Dispatch #11 rolls the dice in Vegas, sneaks into a support conference, and somehow ends up running workshops between blackjack hands.
Recap: Prompting for customer support, live from Vegas at the Support Driven Conference
At this year’s Support Conference in Las Vegas, Michael took the stage to break down how to actually make AI agents useful in real-world support.
The session covered:
How LLMs work under the hood (and why it matters for prompt design)
Structuring system prompts so they’re clear, consistent, and easy to maintain
Keeping agents from confidently inventing policies your company never approved
And because it was Vegas, he left the audience with this closer:
“What happens in the system prompt, stays in the system prompt.”
🏝 Live from the Bellagio: Scaling support teams from Series A to Series C
In our latest workshop, Jen Burton (founder of Upper Righters) joined us for a deep-dive Q&A on building support teams for startups.
We covered:
When to make your first (or next) support hire
Balancing generalists vs. specialists as you grow
The most important early-stage metrics
Omnichannel vs. omnipresent support (and why it matters)
Thank you, Jen!
📄 Full recap here.
Workshop: Prompting for AI support agents
Your AI agent is only as good as the prompts it’s fed. Fuzzy, inconsistent, or overstuffed prompts? Your customers will feel it.
Join us for a session with Cyrus Nouroozi, CEO and co-founder of YC S24 startup Zenbase.ai (and former core contributor to DSPy, Stanford NLP’s most popular GitHub project), as we unpack what actually works when prompting AI for customer support.
We’ll cover:
Core principles for writing prompts that AI agents can follow reliably
How to avoid common pitfalls that lead to vague or off-target responses
Strategies for adapting prompts to different support workflows and contexts
Plus, a live Q&A where Cyrus shares real-world lessons from building and scaling AI-powered support.

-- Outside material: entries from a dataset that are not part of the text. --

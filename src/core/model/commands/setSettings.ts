import type { ProjectDoc, ProjectSettings } from '../projectDoc';

/** Returns the document with some display settings changed (fills, grid, detachment); unchanged when nothing differs. */
export function setSettings(doc: ProjectDoc, change: Partial<ProjectSettings>): ProjectDoc {
  const same = (Object.keys(change) as (keyof ProjectSettings)[]).every((k) => change[k] === undefined || change[k] === doc.settings[k]);
  return same ? doc : { ...doc, settings: { ...doc.settings, ...change } };
}
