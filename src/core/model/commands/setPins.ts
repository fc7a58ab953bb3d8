import type { ImagePx, ProjectDoc } from '../projectDoc';
import { updateScenario } from './updateScenario';

/** Returns the document with the scenario's two pins (image-pixel points; each is the vertical section line through it) set or cleared. */
export function setPins(doc: ProjectDoc, pinsPx: [ImagePx, ImagePx] | null, scenarioId?: string): ProjectDoc {
  return updateScenario(doc, (s) => ({ ...s, pinsPx: pinsPx ? [[pinsPx[0][0], pinsPx[0][1]], [pinsPx[1][0], pinsPx[1][1]]] : null }), scenarioId);
}
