import type { HorizonJoin, ImagePx, ProjectDoc } from '../projectDoc';
import { updateHorizon } from './updateHorizon';

/**
 * Returns the document with the horizon's vertices (image pixels) replaced, with the given cuts by faults
 * (default none: a pasted or redrawn line is one piece); projected runs are cleared since indices no longer match.
 */
export function setHorizonPoints(doc: ProjectDoc, horizonId: string, pointsPx: ImagePx[], joins: HorizonJoin[] = []): ProjectDoc {
  return updateHorizon(doc, horizonId, (h) => ({ ...h, pointsPx: pointsPx.map(([u, v]) => [u, v]), projected: [], joins: joins.map((j) => ({ ...j })) }));
}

📆 Wednesday, August 20 at 9 am PT
🔗 Sign up here.
Clippy: The OG hallucinator
The original AI agent. Never forget.
If you get this reference, you qualify for the “back in my day” discount
If you don't, here's a TLDR on Clippy
Born in 1997 as “Clippit,” part of Microsoft’s grand plan to make Office “friendlier.”
Looked like a paperclip, acted like a micromanaging intern.

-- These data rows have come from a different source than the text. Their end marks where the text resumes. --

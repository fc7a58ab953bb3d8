import type { DocHorizon, ProjectDoc } from '../projectDoc';

/** Returns the horizons joined on the fault (in document order); empty for an unknown fault or one no horizon is joined on. */
export function horizonsJoinedOn(doc: ProjectDoc, faultId: string): DocHorizon[] {
  return doc.horizons.filter((h) => h.joins.some((j) => j.faultId === faultId));
}

/**
 * Returns the document without the fault; horizons joined on it lose those joins (their pieces either side
 * become one line, the two cutoffs joined straight) — the vertices stay where they are, so undoing or
 * joining again on a redrawn fault restores them. Unchanged for an unknown fault.
 */
export function deleteFault(doc: ProjectDoc, faultId: string): ProjectDoc {
  if (!doc.faults.some((f) => f.id === faultId)) return doc;
  const users = new Set(horizonsJoinedOn(doc, faultId).map((h) => h.id));
  return {
    ...doc,
    faults: doc.faults.filter((f) => f.id !== faultId),
    horizons: users.size === 0 ? doc.horizons : doc.horizons.map((h) => (users.has(h.id) ? { ...h, joins: h.joins.filter((j) => j.faultId !== faultId) } : h)),
  };
}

Main skill: popping up uninvited to announce, “It looks like you’re writing a letter!” - even if you were making a grocery list.
Couldn’t remember your name, preferences, or the fact that you’d told him to go away 47 times.
He was built for first-time users… which made him unbearable by your second or third document.
Survived years of mockery, parodies, and passive-aggressive memes before Microsoft finally retired him in 2007.
Clippy walked so modern AI assistants could run…
📊 Poll of the week: What was the worst escalation to “Tier 2 support” in history?
📌 In case you missed it
We gave the full sensory guide to “arriving in Paris”… plot twist: it was actually Las Vegas.
The AI agents have arrived, and they’re checking into the Bellagio.
Marie and Michael were featured by Finta as our very first founder spotlight.
If you're looking for AI chat support, book some time here with the 14.ai team.
💼 Cool jobs at 14.ai (and friends)
In the market for something new? Or just here for the salary benchmarking?
🛠️ Founding Engineer @ 14.ai (San Francisco)
💻Technical Support Engineer @ Junction (EDT/EST, US East Coast Only)
⚙️ Senior Manager, AI Support Enablement @ Ancestry (Remote)
📚 What we’re reading & listening to this week
Marie: Working in Public: The Making and Maintenance of Open Source Software, Nadia Eghbal
Maya: The Story Behind Owner’s Pivots to a Billion-Dollar Business, First Round Review
Michael: Design Patterns for Securing LLM Agents against Prompt Injections, Beurer-Kellner et al., 2025
Ugo: The Sales Playbook For Founders, Startup School
🫡 That’s all for now.
May your prompts be crisp, your agents well-behaved, and your Vegas metaphors just slightly over the top.